Upaya untuk menuntaskan pembangunan Trans-Papua mengonfirmasi niat kuat pemerintahan Jokowi-Jusuf Kalla untuk secepat kilat membangun infrastruktur jalan. Pemerintahan Jokowi, misalnya, juga berniat menuntaskan Tol Trans-Jawa pada 2019, selain juga membangun ruas-ruas tol di Sumatera.
Pembangunan Papua sesungguhnya telah dimulai sejak era Orde Baru. Pada awal 1970-an, misalnya, Menteri Pekerjaan Umum dan Tenaga Listrik Sutami sempat meninjau Papua, yang waktu itu dikenal dengan nama Irian Jaya. Kata Sutami, kondisi Irian Jaya dulu gelap—segelap laporan yang sampai kepadanya.

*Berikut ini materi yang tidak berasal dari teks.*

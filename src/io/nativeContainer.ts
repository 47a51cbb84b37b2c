/**
 * The native binary container (file extension `.tractus`), our own layout:
 *
 *   bytes 0..7    magic "TRACTUS\0"
 *   bytes 8..11   uint32 LE format version (2; version 1 still reads)
 *   bytes 12..15  uint32 LE byte length H of the header
 *   bytes 16..    H bytes of UTF-8 JSON header
 *   zero padding to a multiple of 8, then the arrays, each starting at a multiple of 8 bytes
 *   (offsets are absolute from the start of the file), little-endian.
 *
 * Header: {format, name, description, units, bodyForce, warnings, nodeCount, elementCount,
 * blocks: [{type, count}], arrays: [{name, dtype, offset, length}], and from version 2
 * fields: [{kind, case, layout, count, offset}], parts} with `length` in elements.
 * Arrays: coords (f64, 3N), nodeIds (i32, N), and per block k: blockK.conn (i32, count·nodes),
 * blockK.ids (i32, count), blockK.part (i32, count, optional).
 * Fields (version 2): each entry of the field table is one stress (6 numbers a row) or
 * displacement (3 a row) field of one load case (`case` "default" for a model without cases),
 * `count` rows of f64 starting at byte `offset`; the bytes are also an entry of `arrays` (the
 * writer names them "stress" and "displacement"), so the table's checks of range, alignment and
 * overlap cover them. Layout "nodal": a row per node, in node order. Layout "elementNodal": a
 * row per element and node, in the order of the connectivity (block by block, element by
 * element, local node by local node), so no index array is stored: count = Σ blocks' count ·
 * nodes. `parts` is model.json's "parts" object ({"1": "name"} or {"1": {"name", "bodyForce"}}).
 * Version 1 has no field table: its arrays "stress" (6N) and "displacement" (3N) are nodal.
 * README.md describes the layout for users ("The `.tractus` container").
 *
 * The reader trusts nothing in the header: every field, range, alignment, count and value is
 * checked, and problems are InputErrors naming the header field. Arrays are zero-copy views on the
 * given buffer where possible (little-endian platform, aligned buffer), so the Model shares memory
 * with it; the reader never writes into the buffer (a block with inverted elements is copied first).
 */
import { createMesh } from '../model/createMesh.ts'
import type { BlockInput } from '../model/createMesh.ts'
import { elementType, isElementTypeName } from '../model/elementTypes.ts'
import type { ElementTypeName } from '../model/elementTypes.ts'
import { InputError } from '../model/errors.ts'
import type { InputErrorKind } from '../model/errors.ts'
import type { Model, PartInfo } from '../model/model.ts'
import type { StressField } from '../model/stressField.ts'
import { checkBlockOrientation, reorientElements, reorientedWarning } from './elementOrientation.ts'
import { firstIndexOutside } from './indexRange.ts'
import { buildIdIndex, isDuplicate, isStrictlyAscending } from './idIndex.ts'
import { DTYPE_SIZE, isDtype, readLittleEndian, writeLittleEndian } from './littleEndianArrays.ts'
import type { Dtype } from './littleEndianArrays.ts'
import { readModelMeta } from './modelJson.ts'
import { isUnitsWarning, unitsWarning } from './intakeReport.ts'
import type { ReadModel } from './intakeReport.ts'
import { checkQuadraticBlock, quadraticFindingMessage } from './quadraticElementChecks.ts'
import { partAveragedStress } from '../model/stressField.ts'
import type { Combination, LoadCase } from '../model/loadCases.ts'
import { CASE_NAME, checkCombination } from '../model/loadCases.ts'
import type { Vec3 } from '../model/model.ts'

/** "TRACTUS" and a zero byte. */
export const NATIVE_MAGIC = new Uint8Array([0x54, 0x52, 0x41, 0x43, 0x54, 0x55, 0x53, 0x00])
export const NATIVE_VERSION = 2
/** Versions this reader reads. */
export const NATIVE_READABLE_VERSIONS: readonly number[] = [1, 2]
export const NATIVE_EXTENSION = '.tractus'
/** Bytes before the header: magic, version, header length. */
export const NATIVE_PREAMBLE_BYTES = 16
const FORMAT_TAG = 'tractus-model'

interface ArrayEntry {
  name: string
  dtype: Dtype
  offset: number
  length: number
}

/** True when the bytes start with the container's magic. */
export function isNativeContainer(bytes: Uint8Array): boolean {
  if (bytes.length < NATIVE_MAGIC.length) return false
  for (let i = 0; i < NATIVE_MAGIC.length; i++) if (bytes[i] !== NATIVE_MAGIC[i]) return false
  return true
}

const align8 = (n: number): number => Math.ceil(n / 8) * 8

/** One entry of the version-2 field table (see the file's opening comment). */
export interface FieldEntry {
  readonly kind: 'stress' | 'displacement'
  readonly case: string
  readonly layout: 'nodal' | 'elementNodal'
  readonly count: number
  readonly offset: number
}

/** The case name of a model without load cases in the field table. */
export const DEFAULT_CASE = 'default'

export interface WriteNativeOptions {
  /** Format version to write (default NATIVE_VERSION); 1 only for nodal stress, for readers of version 1. */
  readonly version?: 1 | 2
}

/**
 * The values of an element-nodal field in the order of the connectivity (row i of the result is
 * element-node i counted over the blocks), so the container needs no index array.
 */
export function elementNodalValuesInOrder(field: StressField): Float64Array {
  let total = 0
  for (const r of field.rows) total += r.length
  const out = new Float64Array(6 * total)
  const v = field.values
  let at = 0
  for (const rows of field.rows) {
    for (let i = 0; i < rows.length; i++, at += 6) {
      const r = 6 * rows[i]
      out[at] = v[r]; out[at + 1] = v[r + 1]; out[at + 2] = v[r + 2]; out[at + 3] = v[r + 3]; out[at + 4] = v[r + 4]; out[at + 5] = v[r + 5]
    }
  }
  return out
}

/** model.json's "parts" object for part infos (a name alone where a part has no body force of its own). */
export function partsJson(parts: readonly PartInfo[]): Record<string, string | { name: string; bodyForce: readonly number[] }> {
  return Object.fromEntries(parts.map((p) => [String(p.part), p.bodyForce ? { name: p.name, bodyForce: p.bodyForce } : p.name]))
}

export function writeNative(model: Model, options: WriteNativeOptions = {}): Uint8Array {
  const version = options.version ?? NATIVE_VERSION
  const { mesh } = model
  const field = model.stressField
  if (version === 1 && field) throw new RangeError('a version-1 container holds nodal stress only; write version 2 for element-nodal stress')
  const stressValues = field ? elementNodalValuesInOrder(field) : model.stress
  const arrays: { name: string; data: Float64Array | Int32Array }[] = [
    { name: 'coords', data: mesh.coords },
    { name: 'nodeIds', data: mesh.nodeIds },
    { name: 'stress', data: stressValues },
  ]
  if (model.displacement) arrays.push({ name: 'displacement', data: model.displacement })
  mesh.blocks.forEach((b, k) => {
    arrays.push({ name: `block${k}.conn`, data: b.conn }, { name: `block${k}.ids`, data: b.ids })
    if (b.part) arrays.push({ name: `block${k}.part`, data: b.part })
  })
  // --- load cases: the first case's fields are "stress" and "displacement" above, case i's "stress.i" and "displacement.i" ---
  const cases = version >= 2 && model.cases && model.cases.length ? model.cases : []
  if (cases.some((c, i) => i > 0 && !c.stressField !== !field)) throw new RangeError('every load case of a model has the same stress layout (nodal or element-nodal)')
  cases.forEach((c, i) => {
    if (i === 0) return
    arrays.push({ name: `stress.${i}`, data: c.stressField ? elementNodalValuesInOrder(c.stressField) : c.stress })
    if (c.displacement) arrays.push({ name: `displacement.${i}`, data: c.displacement })
  })
  const headerBase = {
    format: FORMAT_TAG,
    name: model.name,
    description: model.description,
    units: declaredUnits(model),
    bodyForce: model.bodyForce,
    warnings: model.warnings,
    nodeCount: mesh.nodeCount,
    elementCount: mesh.elementCount,
    blocks: mesh.blocks.map((b) => ({ type: b.type, count: b.ids.length })),
    ...(version >= 2 && model.parts && model.parts.length ? { parts: partsJson(model.parts) } : {}),
    ...(cases.length ? {
      cases: cases.map((c) => ({ name: c.name, description: c.description, bodyForce: c.bodyForce ?? model.bodyForce })),
      combinations: (model.combinations ?? []).map((c) => ({ name: c.name, factors: { ...c.factors } })),
    } : {}),
  }
  // The field table points at the arrays "stress" and "displacement" (indices 2 and 3).
  const fieldsOf = (e: readonly ArrayEntry[]): FieldEntry[] | undefined => version < 2 ? undefined : (cases.length ? cases : [null]).flatMap((c, i) => {
    const s = e.find((x) => x.name === (i === 0 ? 'stress' : `stress.${i}`))!
    const d = e.find((x) => x.name === (i === 0 ? 'displacement' : `displacement.${i}`))
    const name = c ? c.name : DEFAULT_CASE
    return [
      { kind: 'stress' as const, case: name, layout: field ? 'elementNodal' as const : 'nodal' as const, count: s.length / 6, offset: s.offset },
      ...(d ? [{ kind: 'displacement' as const, case: name, layout: 'nodal' as const, count: d.length / 3, offset: d.offset }] : []),
    ]
  })
  const headerOf = (e: readonly ArrayEntry[]) => JSON.stringify({ ...headerBase, arrays: e, ...(version >= 2 ? { fields: fieldsOf(e) } : {}) })
  const enc = new TextEncoder()
  // Offsets depend on the header's length, which depends on the offsets' digits: iterate until
  // the layout is stable (two or three rounds).
  let entries: ArrayEntry[] = arrays.map((a) => ({ name: a.name, dtype: a.data instanceof Float64Array ? 'f64' : 'i32', offset: 0, length: a.data.length }))
  let headerBytes = enc.encode(headerOf(entries))
  for (let round = 0; round < 8; round++) {
    let at = align8(NATIVE_PREAMBLE_BYTES + headerBytes.length)
    const next = entries.map((e) => {
      const o = at
      at = align8(at + e.length * DTYPE_SIZE[e.dtype])
      return { ...e, offset: o }
    })
    const nextBytes = enc.encode(headerOf(next))
    const stable = nextBytes.length === headerBytes.length && next.every((e, i) => e.offset === entries[i].offset)
    entries = next
    headerBytes = nextBytes
    if (stable) break
  }
  const last = entries[entries.length - 1]
  const total = align8(last.offset + last.length * DTYPE_SIZE[last.dtype])
  const out = new Uint8Array(total)
  out.set(NATIVE_MAGIC, 0)
  const dv = new DataView(out.buffer)
  dv.setUint32(8, version, true)
  dv.setUint32(12, headerBytes.length, true)
  out.set(headerBytes, NATIVE_PREAMBLE_BYTES)
  arrays.forEach((a, i) => writeLittleEndian(out, entries[i].offset, a.data))
  return out
}

export interface ReadNativeOptions {
  /** Copy arrays out of the buffer instead of viewing it (default false: zero-copy). */
  readonly copy?: boolean
}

Kondisi Irian Jaya baru dinilai ”terang” oleh Sutami setelah dia meresmikan ruas jalan Sentani-Jayapura sepanjang 34 kilometer. Inilah salah satu penggal jalan yang representatif yang dibangun oleh pemerintahan Orde Baru di Irian Jaya.
Jalan Sentani-Jayapura harus dibangun karena itulah jalan penghubung antara bandara dan Kota Jayapura. Lalu lintasnya ketika itu mencapai 2.000 mobil per hari atau rata-rata 83 mobil per jam (Kompas, 8 Juli 1974).

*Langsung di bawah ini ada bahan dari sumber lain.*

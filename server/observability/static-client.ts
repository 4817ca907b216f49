import { join } from 'node:path';
import express, { type Express } from 'express';

/** Vite's content-hashed output: a new release gets new names, so these never need revalidating. */
const HASHED_ASSET = /\/assets\//;

/**
 * The photo tracer's worker runs opencv.js, whose WebAssembly bindings build functions from strings: only
 * that worker's script gets a policy allowing it (a dedicated worker follows the policy sent with its own
 * script). It has no page, no DOM and no cookies to read; it sees only the photo's pixels.
 */
const TRACE_WORKER = /\/assets\/photo-trace\.worker-[^/]*\.js$/;
const TRACE_WORKER_CSP = "default-src 'self'; script-src 'self' 'unsafe-eval' 'wasm-unsafe-eval'; connect-src 'self'; object-src 'none'";

/**
 * Serves the built client: hashed assets `public, max-age=31536000, immutable`; `index.html` (and the
 * SPA fallback that returns it) `no-cache`, so a phone asks again on every open and picks up a new
 * release at once; other public files (icons, manifest) an hour.
 */
export function serveClient(app: Express, clientDir: string) {
  const indexFile = join(clientDir, 'index.html');
  app.use(
    express.static(clientDir, {
      index: false,
      setHeaders(res, path) {
        if (path === indexFile || path.endsWith('.html')) res.setHeader('Cache-Control', 'no-cache');
        else if (HASHED_ASSET.test(path.replaceAll('\\', '/'))) res.setHeader('Cache-Control', 'public, max-age=31536000, immutable');
        else res.setHeader('Cache-Control', 'public, max-age=3600');
        if (TRACE_WORKER.test(path.replaceAll('\\', '/'))) res.setHeader('Content-Security-Policy', TRACE_WORKER_CSP);
      },
    }),
  );
  app.get('/{*path}', (_req, res) => {
    res.setHeader('Cache-Control', 'no-cache');
    res.sendFile(indexFile);
  });
}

Dari Jayapura, Sutami terbang ke Pulau Biak. Dia sempat meninjau pembangunan ruas jalan Biak-Korem sepanjang 46 kilometer. Dengan semangat, Sutami menyusuri ruas jalan itu. Dan, kira-kira di tengah pulau, Sutami menuliskan janjinya di atas sebuah peta. ”Aspal buton 10.000 ton tetapi diambil sendiri dari Pulau Buton!” begitu dituliskan oleh Sutami.

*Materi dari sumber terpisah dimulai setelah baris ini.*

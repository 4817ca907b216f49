/** Inputs for the capacity of one section or line, per day. */
export interface CapacityInput {
  people: number;
  /** Working minutes per person per day. */
  minutesPerDay: number;
  /** Efficiency as a fraction (0.6 = 60 %). */
  efficiency: number;
  /** Absenteeism as a fraction (0.1 = 10 %), default 0. */
  absenteeism?: number;
}

/**
 * Available standard minutes per day = people × minutes × (1 − absenteeism) × efficiency
 * (onlineclothingstudy.com 2012/02, "Formula for calculating sewing room capacity", web article).
 */
export function capacityMinutes(input: CapacityInput): number {
  const { people, minutesPerDay, efficiency, absenteeism = 0 } = input;
  if (people < 0 || minutesPerDay < 0 || efficiency < 0 || absenteeism < 0 || absenteeism > 1)
    throw new RangeError('capacity inputs must be non-negative (absenteeism ≤ 1)');
  return people * minutesPerDay * (1 - absenteeism) * efficiency;
}

/** Whole pieces per day from capacity minutes and SAM, rounded down (a part piece is not output). */
export function piecesPerDay(capacity: number, sam: number): number {
  if (!(sam > 0)) throw new RangeError('SAM must be positive');
  return Math.floor(capacity / sam + 1e-9);
}

/** Sum of line capacities and whole pieces of one garment (floor capacity). */
export function floorCapacity(lines: CapacityInput[], sam: number): { minutes: number; pieces: number } {
  const minutes = lines.reduce((acc, l) => acc + capacityMinutes(l), 0);
  return { minutes, pieces: piecesPerDay(minutes, sam) };
}

/** Takt time = available working time ÷ demand (assemblymag.com, article 93267). Same unit as `available`. */
export function taktTime(available: number, demand: number): number {
  if (!(demand > 0)) throw new RangeError('demand must be positive');
  return available / demand;
}

/** Working days needed: ⌈load ÷ capacity per day⌉ (0 for no load). Throws when capacity ≤ 0 and load > 0. */
export function daysNeeded(loadMinutes: number, capacityPerDay: number): number {
  if (loadMinutes <= 0) return 0;
  if (!(capacityPerDay > 0)) throw new RangeError('no capacity for a positive load');
  return Math.ceil(loadMinutes / capacityPerDay - 1e-9);
}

Meski aspal itu harus diambil sendiri oleh pemerintah daerah, Gubernur Irian Jaya Acub Zainal dan Bupati Teluk Cendrawasih Hendrik Wiradinata, ketika itu, dengan riang gembira langsung bergantian menjabat tangan Sutami.
Menurut Acub, saat itu, semangat untuk membangun Irian Jaya kurang diimbangi dengan kelincahan administrasi ataupun minimnya bantuan dari Jakarta. Acub pun berinisiatif untuk mengundang langsung Sutami untuk dapat menilai Irian Jaya secara teknis.
Hendrik mengatakan, kemampuan pemda sangat terbatas untuk membangun infrastruktur jalan. Pendapatan Kabupaten Teluk Cendrawasih pada 1970-an hanya Rp 50 juta per tahun, sedangkan biaya pembangunan jalan di Irian Jaya mencapai Rp 10 juta per kilometer oleh karena sulitnya mencari buruh, bahan, dan peralatan.
Seandainya Bumi Cendrawasih harus membangun sendiri jalan, tanpa ada uluran sepeser pun dari pemerintah pusat, per tahun hanya akan terbangun lima kilometer jalan. Nah, butuh berapa ratus tahun untuk menghubungkan seluruh pulau dengan jaringan jalan?